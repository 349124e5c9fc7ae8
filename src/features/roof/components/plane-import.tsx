import { useMemo, useRef, useState } from "react";
import { ROOF_CSV_COLUMNS, ROOF_CSV_MAX_BYTES, defaultImportStack, parseRoofCsv, type RoofCsvResult } from "@shared/roof-csv";
import { slopedAreaOf } from "../lib/plane-area";
import { Alert } from "@/components/ui/alert";
import { Button } from "@/components/ui/button";
import { Spinner } from "@/components/ui/spinner";
import { Table, TBody, Td, Th, THead, Tr } from "@/components/ui/table";
import { toast } from "@/components/ui/toast";
import { ApiError, errorMessage } from "@/lib/api-client";
import { useRoof } from "@/lib/queries/roof";
import { useRoofDraft } from "../api/roof-draft";
import { useCommitPlaneImport } from "../api/mutations";

type Preview = { file: File; version: number; result: RoofCsvResult };

const fmt = (n: number) => n.toLocaleString(undefined, { maximumFractionDigits: 1 });

/**
 * Planes from a CSV: the file is read here with the same parser as the server, shown with its row
 * errors, and only "Add these planes" sends it (the server checks it again and saves a new roof version).
 */
export function PlaneImport({ jobId }: { jobId: number }) {
  const roof = useRoof(jobId);
  const draft = useRoofDraft(jobId);
  const commit = useCommitPlaneImport(jobId);
  const inputRef = useRef<HTMLInputElement>(null);
  const [preview, setPreview] = useState<Preview | null>(null);
  const [problem, setProblem] = useState<string | null>(null);

  const read = async (file: File) => {
    setProblem(null);
    commit.reset();
    if (!roof.data) return;
    if (file.size > ROOF_CSV_MAX_BYTES) {
      setPreview(null);
      setProblem("The CSV is larger than 1 MB; split it into smaller files.");
      return;
    }
    const text = await file.text();
    const stacks = roof.data.stacks.length ? roof.data.stacks.map((s) => s.id) : [defaultImportStack().id];
    const result = parseRoofCsv(text, {
      existingIds: roof.data.planes.map((p) => p.id),
      stackIds: stacks,
      existingCount: roof.data.planes.length,
    });
    setPreview({ file, version: roof.data.version, result });
  };

  const errorsByRow = useMemo(() => {
    const m = new Map<number, string[]>();
    for (const e of preview?.result.errors ?? []) m.set(e.row, [...(m.get(e.row) ?? []), `${e.column}: ${e.message}`]);
    return m;
  }, [preview]);

  const add = async () => {
    if (!preview) return;
    try {
      const res = await commit.mutateAsync({ file: preview.file, version: preview.version });
      toast.success(`${res.planes.length} ${res.planes.length === 1 ? "plane" : "planes"} added to the roof (version ${res.roof.version})`);
      setPreview(null);
    } catch (err) {
      if (err instanceof ApiError && err.status === 409) {
        setProblem("Someone saved the roof after this preview. Choose the file again to preview it against the current roof.");
        void roof.refetch();
      } else setProblem(errorMessage(err));
    }
  };

  const unsaved = Boolean(draft?.dirty);
  const ok = preview && preview.result.errors.length === 0 && preview.result.planes.length > 0;

  return (
    <section aria-labelledby="plane-import-title" className="space-y-3 rounded-lg border border-steel-200 bg-white p-3 shadow-panel">
      <div className="flex flex-wrap items-start justify-between gap-2">
        <div>
          <h3 id="plane-import-title" className="text-sm font-semibold text-steel-900">
            Roof planes from a spreadsheet
          </h3>
          <p className="mt-0.5 max-w-prose text-xs text-steel-600">
            One row per plane: <code className="text-[11px]">{ROOF_CSV_COLUMNS.join(", ")}</code>. Shapes: rectangle, triangle,
            trapezoid (by their sizes in feet) or outline (<code className="text-[11px]">"x1 y1; x2 y2; …"</code>). Pitch as 6 or
            6/12. Nothing is saved until you add the planes.
          </p>
        </div>
        <div className="flex gap-2">
          <a
            href={`/api/jobs/${jobId}/roof/export.csv`}
            download
            className="inline-flex h-10 items-center rounded-md border border-steel-300 bg-white px-3 text-sm font-medium text-steel-800 shadow-sm hover:bg-steel-50 focus-visible:outline-none focus-visible:ring-2 focus-visible:ring-accent-500 sm:h-8"
          >
            Export planes (CSV)
          </a>
          <Button variant="secondary" className="h-10 sm:h-8" onClick={() => inputRef.current?.click()} disabled={!roof.data}>
            Choose a CSV…
          </Button>
          <input
            ref={inputRef}
            type="file"
            accept=".csv,text/csv,text/plain"
            className="sr-only"
            aria-label="Choose a CSV of roof planes"
            tabIndex={-1}
            onChange={(e) => {
              const f = e.currentTarget.files?.[0];
              e.currentTarget.value = "";
              if (f) void read(f);
            }}
          />
        </div>
      </div>

      {roof.isPending && <Spinner label="Loading the roof" />}
      {roof.isError && <Alert tone="error">The roof could not be loaded: {errorMessage(roof.error)}</Alert>}
      {problem && (
        <Alert tone="error" onDismiss={() => setProblem(null)}>
          {problem}
        </Alert>
      )}

      {preview && (
        <div className="space-y-2">
          <p className="text-sm text-steel-800">
            <strong>{preview.file.name}</strong>: {preview.result.planes.length} {preview.result.planes.length === 1 ? "plane" : "planes"} read
            {preview.result.errors.length > 0 && (
              <>
                , <span className="font-semibold text-danger-700">{errorsByRow.size} {errorsByRow.size === 1 ? "row" : "rows"} with problems</span>
              </>
            )}
            .
          </p>
          {preview.result.errors.length > 0 && (
            <Alert tone="error" title="Fix these rows in the spreadsheet, then choose the file again">
              <ul className="list-disc space-y-0.5 pl-4">
                {preview.result.errors.map((e, i) => (
                  <li key={i}>
                    Row {e.row}, {e.column}: {e.message}
                  </li>
                ))}
              </ul>
            </Alert>
          )}
          {preview.result.planes.length > 0 && (
            <Table aria-label="Planes in the file">
              <THead>
                <tr>
                  <Th>Row</Th>
                  <Th>Name</Th>
                  <Th className="text-right">Pitch</Th>
                  <Th className="text-right">Corners</Th>
                  <Th className="text-right">Plan area ft²</Th>
                  <Th className="text-right">Roof area ft²</Th>
                  <Th>Stack</Th>
                </tr>
              </THead>
              <TBody>
                {preview.result.planes.map((p, i) => {
                  const area = slopedAreaOf(p);
                  return (
                    <Tr key={p.id}>
                      <Td>{preview.result.rows[i]}</Td>
                      <Td>{p.name || <span className="text-steel-500">(no name)</span>}</Td>
                      <Td className="text-right tabular-nums">{p.pitch}/12</Td>
                      <Td className="text-right tabular-nums">{p.outline.length}</Td>
                      <Td className="text-right tabular-nums">{fmt(area.plan)}</Td>
                      <Td className="text-right tabular-nums">{fmt(area.sloped)}</Td>
                      <Td>{p.stackId ?? <span className="text-steel-500">default</span>}</Td>
                    </Tr>
                  );
                })}
              </TBody>
            </Table>
          )}
          {unsaved && (
            <Alert tone="caution">
              The roof sketch has changes that are not saved. Save or discard them in the Roof sketch first: adding planes here
              saves a new version of the roof.
            </Alert>
          )}
          <div className="flex flex-wrap gap-2">
            <Button onClick={add} disabled={!ok || unsaved} loading={commit.isPending} className="h-10 sm:h-8">
              Add these planes
            </Button>
            <Button variant="ghost" className="h-10 sm:h-8" onClick={() => setPreview(null)} disabled={commit.isPending}>
              Cancel
            </Button>
          </div>
        </div>
      )}
    </section>
  );
}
::::::::
Say how many lines in the preceding material hold the word "draft"; nothing else belongs in the reply.

3